Extracted material >>
——————

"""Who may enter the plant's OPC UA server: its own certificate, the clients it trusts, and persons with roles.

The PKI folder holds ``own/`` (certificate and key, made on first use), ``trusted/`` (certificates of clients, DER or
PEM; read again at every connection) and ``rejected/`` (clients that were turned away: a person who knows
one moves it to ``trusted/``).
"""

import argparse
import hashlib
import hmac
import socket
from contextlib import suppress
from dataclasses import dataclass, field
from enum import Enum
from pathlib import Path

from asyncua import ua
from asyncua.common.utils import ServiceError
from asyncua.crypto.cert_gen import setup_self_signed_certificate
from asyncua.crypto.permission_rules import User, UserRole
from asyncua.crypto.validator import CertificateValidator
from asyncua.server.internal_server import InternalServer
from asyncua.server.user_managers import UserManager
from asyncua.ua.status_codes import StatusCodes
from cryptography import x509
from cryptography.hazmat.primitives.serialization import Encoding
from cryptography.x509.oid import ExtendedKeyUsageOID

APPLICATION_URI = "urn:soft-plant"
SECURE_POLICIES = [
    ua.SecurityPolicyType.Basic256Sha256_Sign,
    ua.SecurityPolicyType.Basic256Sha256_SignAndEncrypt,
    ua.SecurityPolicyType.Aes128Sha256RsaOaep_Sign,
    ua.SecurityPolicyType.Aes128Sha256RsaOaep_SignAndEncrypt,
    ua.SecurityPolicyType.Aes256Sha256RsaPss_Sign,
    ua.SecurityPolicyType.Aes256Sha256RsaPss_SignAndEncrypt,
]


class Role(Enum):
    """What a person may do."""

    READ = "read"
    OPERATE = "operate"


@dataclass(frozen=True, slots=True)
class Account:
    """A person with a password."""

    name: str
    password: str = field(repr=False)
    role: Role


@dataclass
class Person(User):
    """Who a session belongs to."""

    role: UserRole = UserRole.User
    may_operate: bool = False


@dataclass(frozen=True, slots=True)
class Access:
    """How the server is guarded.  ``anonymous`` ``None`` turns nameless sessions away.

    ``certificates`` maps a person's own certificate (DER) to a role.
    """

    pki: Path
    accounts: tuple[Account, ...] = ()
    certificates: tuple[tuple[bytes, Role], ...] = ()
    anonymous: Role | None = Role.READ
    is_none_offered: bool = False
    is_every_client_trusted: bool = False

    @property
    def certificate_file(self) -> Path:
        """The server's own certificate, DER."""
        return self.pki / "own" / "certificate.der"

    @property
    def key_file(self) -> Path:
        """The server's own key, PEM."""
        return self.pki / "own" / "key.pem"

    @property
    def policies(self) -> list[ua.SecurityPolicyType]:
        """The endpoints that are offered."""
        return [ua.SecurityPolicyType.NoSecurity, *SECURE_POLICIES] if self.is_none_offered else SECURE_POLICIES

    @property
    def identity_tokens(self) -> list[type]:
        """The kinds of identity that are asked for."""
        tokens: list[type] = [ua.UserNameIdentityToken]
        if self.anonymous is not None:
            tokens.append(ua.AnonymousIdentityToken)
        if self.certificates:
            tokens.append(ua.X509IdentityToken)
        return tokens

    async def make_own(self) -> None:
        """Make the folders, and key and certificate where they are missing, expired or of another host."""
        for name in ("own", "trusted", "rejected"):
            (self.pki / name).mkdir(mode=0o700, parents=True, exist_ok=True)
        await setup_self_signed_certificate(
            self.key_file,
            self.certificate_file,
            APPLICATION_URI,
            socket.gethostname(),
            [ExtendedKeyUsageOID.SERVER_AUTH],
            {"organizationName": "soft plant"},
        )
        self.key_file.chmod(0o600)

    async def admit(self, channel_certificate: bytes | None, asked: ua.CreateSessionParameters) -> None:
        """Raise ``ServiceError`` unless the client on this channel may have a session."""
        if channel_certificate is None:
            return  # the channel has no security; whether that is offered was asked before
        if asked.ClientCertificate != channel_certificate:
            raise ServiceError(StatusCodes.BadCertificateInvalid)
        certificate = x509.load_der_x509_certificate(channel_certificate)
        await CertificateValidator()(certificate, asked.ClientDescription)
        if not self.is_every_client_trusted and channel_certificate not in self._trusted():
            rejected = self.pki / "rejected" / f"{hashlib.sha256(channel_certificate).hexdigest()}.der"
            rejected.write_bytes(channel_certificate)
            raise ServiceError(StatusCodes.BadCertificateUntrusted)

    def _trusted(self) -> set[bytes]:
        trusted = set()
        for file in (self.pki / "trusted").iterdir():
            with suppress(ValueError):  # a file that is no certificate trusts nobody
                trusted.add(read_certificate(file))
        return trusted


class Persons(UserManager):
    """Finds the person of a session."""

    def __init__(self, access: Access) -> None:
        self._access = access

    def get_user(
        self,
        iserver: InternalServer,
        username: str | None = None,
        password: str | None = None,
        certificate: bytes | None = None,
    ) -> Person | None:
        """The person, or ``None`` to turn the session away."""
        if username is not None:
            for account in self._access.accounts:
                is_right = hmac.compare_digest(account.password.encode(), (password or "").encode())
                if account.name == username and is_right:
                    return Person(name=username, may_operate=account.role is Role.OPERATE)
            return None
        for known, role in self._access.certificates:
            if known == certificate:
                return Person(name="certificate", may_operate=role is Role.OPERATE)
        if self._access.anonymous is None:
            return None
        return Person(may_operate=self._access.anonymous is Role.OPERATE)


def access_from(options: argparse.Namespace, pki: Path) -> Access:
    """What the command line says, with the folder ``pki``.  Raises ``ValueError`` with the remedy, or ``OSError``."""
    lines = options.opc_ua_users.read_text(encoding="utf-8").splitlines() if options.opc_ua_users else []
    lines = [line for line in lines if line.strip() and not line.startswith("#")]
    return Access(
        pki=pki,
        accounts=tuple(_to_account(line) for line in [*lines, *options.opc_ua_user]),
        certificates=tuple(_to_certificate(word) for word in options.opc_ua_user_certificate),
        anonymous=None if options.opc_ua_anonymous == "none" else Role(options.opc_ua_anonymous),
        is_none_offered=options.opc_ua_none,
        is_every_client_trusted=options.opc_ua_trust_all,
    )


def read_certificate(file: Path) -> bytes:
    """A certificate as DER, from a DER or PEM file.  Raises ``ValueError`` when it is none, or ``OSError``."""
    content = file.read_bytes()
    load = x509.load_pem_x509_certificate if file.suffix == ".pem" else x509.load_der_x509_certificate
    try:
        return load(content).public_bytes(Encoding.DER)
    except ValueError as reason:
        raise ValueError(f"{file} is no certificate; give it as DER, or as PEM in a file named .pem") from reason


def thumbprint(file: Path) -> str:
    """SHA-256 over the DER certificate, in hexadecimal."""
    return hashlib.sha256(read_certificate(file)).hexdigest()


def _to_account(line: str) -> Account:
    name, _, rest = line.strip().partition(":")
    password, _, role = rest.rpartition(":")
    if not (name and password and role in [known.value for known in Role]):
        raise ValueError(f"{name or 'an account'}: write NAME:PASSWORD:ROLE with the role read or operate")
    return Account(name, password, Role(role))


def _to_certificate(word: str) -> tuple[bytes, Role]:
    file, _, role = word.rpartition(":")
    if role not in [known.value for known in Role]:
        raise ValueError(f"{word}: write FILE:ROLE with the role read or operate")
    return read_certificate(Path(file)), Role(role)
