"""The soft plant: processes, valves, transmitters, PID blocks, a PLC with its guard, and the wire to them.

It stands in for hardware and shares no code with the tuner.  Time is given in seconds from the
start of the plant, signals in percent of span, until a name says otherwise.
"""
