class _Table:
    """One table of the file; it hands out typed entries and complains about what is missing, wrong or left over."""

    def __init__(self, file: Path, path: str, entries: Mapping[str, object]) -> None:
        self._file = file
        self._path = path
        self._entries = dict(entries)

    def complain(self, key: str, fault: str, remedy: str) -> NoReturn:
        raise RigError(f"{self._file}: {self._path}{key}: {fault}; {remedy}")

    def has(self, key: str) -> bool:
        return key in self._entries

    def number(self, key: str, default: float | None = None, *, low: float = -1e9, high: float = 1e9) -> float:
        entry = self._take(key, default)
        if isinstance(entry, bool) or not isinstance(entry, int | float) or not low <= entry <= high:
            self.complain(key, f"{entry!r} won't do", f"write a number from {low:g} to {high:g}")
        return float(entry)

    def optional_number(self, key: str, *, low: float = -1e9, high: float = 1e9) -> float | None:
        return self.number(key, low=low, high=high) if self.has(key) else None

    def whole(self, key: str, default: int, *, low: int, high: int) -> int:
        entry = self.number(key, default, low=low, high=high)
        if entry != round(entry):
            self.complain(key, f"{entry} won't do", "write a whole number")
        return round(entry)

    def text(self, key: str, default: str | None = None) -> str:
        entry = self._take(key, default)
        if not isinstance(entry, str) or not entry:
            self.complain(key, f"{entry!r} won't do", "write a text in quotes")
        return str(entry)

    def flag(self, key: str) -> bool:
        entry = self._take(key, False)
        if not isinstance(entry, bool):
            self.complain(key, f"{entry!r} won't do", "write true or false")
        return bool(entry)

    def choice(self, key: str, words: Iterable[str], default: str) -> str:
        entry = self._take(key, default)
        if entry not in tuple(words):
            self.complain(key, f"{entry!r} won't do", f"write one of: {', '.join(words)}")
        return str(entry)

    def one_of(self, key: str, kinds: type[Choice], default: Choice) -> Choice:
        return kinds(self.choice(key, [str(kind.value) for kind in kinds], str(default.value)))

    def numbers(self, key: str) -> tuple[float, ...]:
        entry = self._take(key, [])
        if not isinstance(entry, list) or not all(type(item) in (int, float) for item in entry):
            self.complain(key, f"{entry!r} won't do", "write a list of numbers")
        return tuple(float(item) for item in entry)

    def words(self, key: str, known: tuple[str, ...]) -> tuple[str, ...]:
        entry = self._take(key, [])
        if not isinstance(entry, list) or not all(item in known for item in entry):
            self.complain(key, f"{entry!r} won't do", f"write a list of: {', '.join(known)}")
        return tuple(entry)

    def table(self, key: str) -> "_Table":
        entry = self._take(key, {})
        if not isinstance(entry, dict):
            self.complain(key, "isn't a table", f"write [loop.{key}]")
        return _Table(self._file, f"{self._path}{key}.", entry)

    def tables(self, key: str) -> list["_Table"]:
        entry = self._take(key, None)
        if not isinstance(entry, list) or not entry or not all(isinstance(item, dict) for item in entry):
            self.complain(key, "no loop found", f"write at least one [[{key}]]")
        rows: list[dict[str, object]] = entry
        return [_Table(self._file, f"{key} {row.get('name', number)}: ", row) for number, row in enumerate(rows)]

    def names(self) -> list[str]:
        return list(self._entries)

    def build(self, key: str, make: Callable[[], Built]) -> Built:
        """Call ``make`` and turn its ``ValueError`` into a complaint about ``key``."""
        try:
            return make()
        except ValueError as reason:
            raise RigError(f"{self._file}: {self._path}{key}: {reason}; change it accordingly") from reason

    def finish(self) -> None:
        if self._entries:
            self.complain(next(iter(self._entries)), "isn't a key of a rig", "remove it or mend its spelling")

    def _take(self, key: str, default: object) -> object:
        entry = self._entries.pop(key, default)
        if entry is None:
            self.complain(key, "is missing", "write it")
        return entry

——————

What to produce >> Give an exact copy of the lines above from the line with "return [ua.SecurityPolicyType.NoSecurity, *SECURE_POLICIES]" up to and including the line with "tokens.append(ua.AnonymousIdentityToken)", and leave everything else out.

Answer box >>
        return [ua.SecurityPolicyType.NoSecurity, *SECURE_POLICIES] if self.is_none_offered else SECURE_POLICIES

    @property
    def identity_tokens(self) -> list[type]:
        """The kinds of identity that are asked for."""
        tokens: list[type] = [ua.UserNameIdentityToken]
        if self.anonymous is not None:
            tokens.append(ua.AnonymousIdentityToken)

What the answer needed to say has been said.